In my own community, while the rate of homicide and violent crimes seem to be decreasing, the rate for property-related and fraud-related crimes seems to be on the rise. We are constantly hearing about how debit machines are getting "rigged" to copy valuable information from people's magnetic strip on their cards and somehow high tech keypads pick up the P.I.N. numbers that are associated with the cards. The new fraudsters then go home to make copies of the unaware victims' debt cards and clean out their bank accounts. Home repair "contractors" go door to door to sign up unsuspecting customers who will give the "repair person" a down-payment who will then disappear with their money, never to return again to actually carry out the repairs. Telephone "fraudsters" will call and claim to represent a legitimate company or charity and ask for your credit card information to "upgrade" your existing cable, telephone or utility service that you currently subscribe to. Others with less cunning and less resources hang out on street corners to ask for spare change to take a bus or to buy a coffee. These incidents have risen geometrically over the past 20 years; however, our taxpayer federations continue to cry out how much we pay in taxes and how many people are "abusing" social services. They fail to see the connections I see with the rising rate of non-violent crimes involving property and fraud.
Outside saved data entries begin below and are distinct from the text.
fn check_text(t: &str) -> Result<(), String> {
    let mut rest = t;
    while let Some(k) = rest.find('&') {
        let after = &rest[k + 1..];
        let end = after.find(';').ok_or_else(|| format!("bare & in {t:?}"))?;
        let ent = &after[..end];
        let ok = matches!(ent, "amp" | "lt" | "gt" | "quot" | "apos")
            || (ent.starts_with('#') && ent.len() > 1);
        if !ok {
            return Err(format!("unknown entity &{ent}; in {t:?}"));
        }
        rest = &after[end + 1..];
    }
    if t.contains('>') && !t.contains("]]>") {
        // A bare > is legal in text; nothing to do.
    }
    Ok(())
}

fn check_attributes(tag: &str) -> Result<(), String> {
    // Every `=` outside quotes must be followed by a quoted value.
    let b = tag.as_bytes();
    let mut quote: Option<u8> = None;
    for (k, &c) in b.iter().enumerate() {
        match quote {
            Some(q) if c == q => quote = None,
            Some(_) => {}
            None if c == b'"' || c == b'\'' => quote = Some(c),
            None if c == b'=' && !matches!(b.get(k + 1), Some(b'"') | Some(b'\'')) => {
                return Err(format!("unquoted attribute value in <{tag}>"));
            }
            None => {}
        }
    }
    Ok(())
}

fn unescape(s: &str) -> String {
    s.replace("&lt;", "<")
        .replace("&gt;", ">")
        .replace("&quot;", "\"")
        .replace("&apos;", "'")
        .replace("&amp;", "&")
}

/// The contents of every `<text>` element, unescaped and trimmed.
pub fn texts(svg: &str) -> Vec<String> {
    let mut out = Vec::new();
    let mut rest = svg;
    while let Some(k) = rest.find("<text") {
        let after = &rest[k..];
        let Some(open_end) = after.find('>') else {
            break;
        };
        let body = &after[open_end + 1..];
        let Some(close) = body.find("</text>") else {
            break;
        };
        out.push(unescape(body[..close].trim()));
        rest = &body[close..];
    }
    out
}

/// The contents of the document's `<title>`.
pub fn title(svg: &str) -> Option<String> {
    let a = svg.find("<title>")? + 7;
    let b = svg[a..].find("</title>")?;
    Some(unescape(&svg[a..a + b]))
}

/// A `<polyline>`: stroke colour, stroke width, points.
pub type Polyline = (String, String, Vec<(i32, i32)>);

/// Every `<polyline>` of a document.
pub fn polylines(svg: &str) -> Vec<Polyline> {
    let attr = |tag: &str, name: &str| -> String {
        let pat = format!(" {name}=\"");
        tag.find(&pat)
            .and_then(|k| {
                let v = &tag[k + pat.len()..];
                v.find('"').map(|e| v[..e].to_string())
            })
            .unwrap_or_default()
    };
    let mut out = Vec::new();
    let mut rest = svg;
    while let Some(k) = rest.find("<polyline") {
        let after = &rest[k..];
        let end = after.find('>').unwrap_or(after.len());
        let tag = &after[..end];
        let pts = attr(tag, "points")
            .split_whitespace()
            .filter_map(|p| {
                let (x, y) = p.split_once(',')?;
                Some((x.parse().ok()?, y.parse().ok()?))
            })
            .collect();
        out.push((attr(tag, "stroke"), attr(tag, "stroke-width"), pts));
        rest = &after[end..];
    }
    out
}

/// Number of `<circle>` elements filled with `colour` (e.g. `#0072B2`).
pub fn filled_circles(svg: &str, colour: &str) -> usize {
    svg.match_indices("<circle")
        .filter(|(k, _)| {
            let tag = &svg[*k..svg[*k..].find('>').map_or(svg.len(), |e| k + e)];
            tag.contains(&format!("fill=\"{colour}\""))
        })
        .count()
}

/// Number of hollow circles ([`super::canvas::ring`]) outlined in `colour`.
pub fn rings(svg: &str, colour: &str) -> usize {
    svg.match_indices("<circle")
        .filter(|(k, _)| {
            let tag = &svg[*k..svg[*k..].find('>').map_or(svg.len(), |e| k + e)];
            tag.contains("fill=\"none\"")
                && tag.contains(&format!("stroke=\"{colour}\""))
                && tag.contains("stroke-width=\"2\"")
        })
        .count()
}

#[cfg(test)]
mod tests {
    use super::*;

    #[test]
    fn checker_accepts_good_and_rejects_bad_documents() {
        let good = "<?xml version=\"1.0\" encoding=\"UTF-8\"?>\n<svg a=\"1\"><title>x &amp; y</title><g><rect/></g></svg>\n";
        check_svg(good).unwrap();
        let bad = [
            "<svg></svg>",
            "<?xml version=\"1.0\"?><svg><g></svg>",
            "<?xml version=\"1.0\"?><svg><g></g>",
            "<?xml version=\"1.0\"?><svg></svg><svg></svg>",
            "<?xml version=\"1.0\"?><svg a=1></svg>",
            "<?xml version=\"1.0\"?><svg>a & b</svg>",
            "<?xml version=\"1.0\"?><html></html>",
        ];
        for b in bad {
            assert!(check_svg(b).is_err(), "{b}");
        }
        assert_eq!(texts("<text x=\"1\">a &lt; b\n</text>"), vec!["a < b"]);
    }
}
I talk to many of the business owners I know well in the downtown of my community. They feel bad about it, but they say if it were not for the drug dealers in the area, they'd probably be out of business. Legitimate consumers are decreasing in population, while those who are obtaining their profits through crime are increasing, it seems. We all complain that "somebody" needs to do something to "crack down" on fraud and so-called illegitimate claims for legitimate avenues, such as insurance cases, welfare benefits, worker's compensation, etc. At the same time, I am seeing a sharp increase in the number of legitimate claimants appearing at my office who have been unfairly robbed of their claims and are now losing their homes, businesses and families because of this. Where does this end? I know members of the general public have no clue what a legitimate claimant has to go through in order to claim what is legitimately theirs by law. Webpages, discussion groups and public forums are filled to the brim with people that think that "90% or more" of those claiming disability for example are perfectly able to work, but just don't want to. Others advocate that people with disabilities should be paid less because the writers are under the impression that disabled persons are less capable of contributing than a "regular person". Others complain of increased taxes going to "immigrants, welfare fraud and scammers", when in fact none of these people EVER personally experienced what they claim the "others" they speak of either experienced or claimed to be experiencing. The taxpayer's federations want more money to spend on foreign investments, foreign vacations and foreign products, because these particular individuals ALREADY have more than enough to spend on domestic products and services, so they just want to get greedy and get more.

A report called "Growing Gap" has been published by the Canadian Centre for Policy Alternatives, which shows that the top 10% of the income bracket (or those most likely to complain about so-called higher taxes) actually gained more than 16% in terms of real growth of net incomes over the past twenty years. Those in the so-called "middle classes", if there is such a thing anymore, have not gained much, except possibly a net gain of $53 per annum in real money (constant $2005 dollar) over the past twenty years. The lowest income brackets actually lost almost 20% of their real income over the past twenty years (and this is working low-income ... those forced to rely on government transfer programs are argued to have lost more than 30% over the past 20 years). This is not good enough apparently for those that want further taxes shaved off their annual tax bill ... they don't see any connection to how the suffering of the very poor can very well be connected to more taxes in the future for all of us (including the well-heeled that complain the loudest) and less property security.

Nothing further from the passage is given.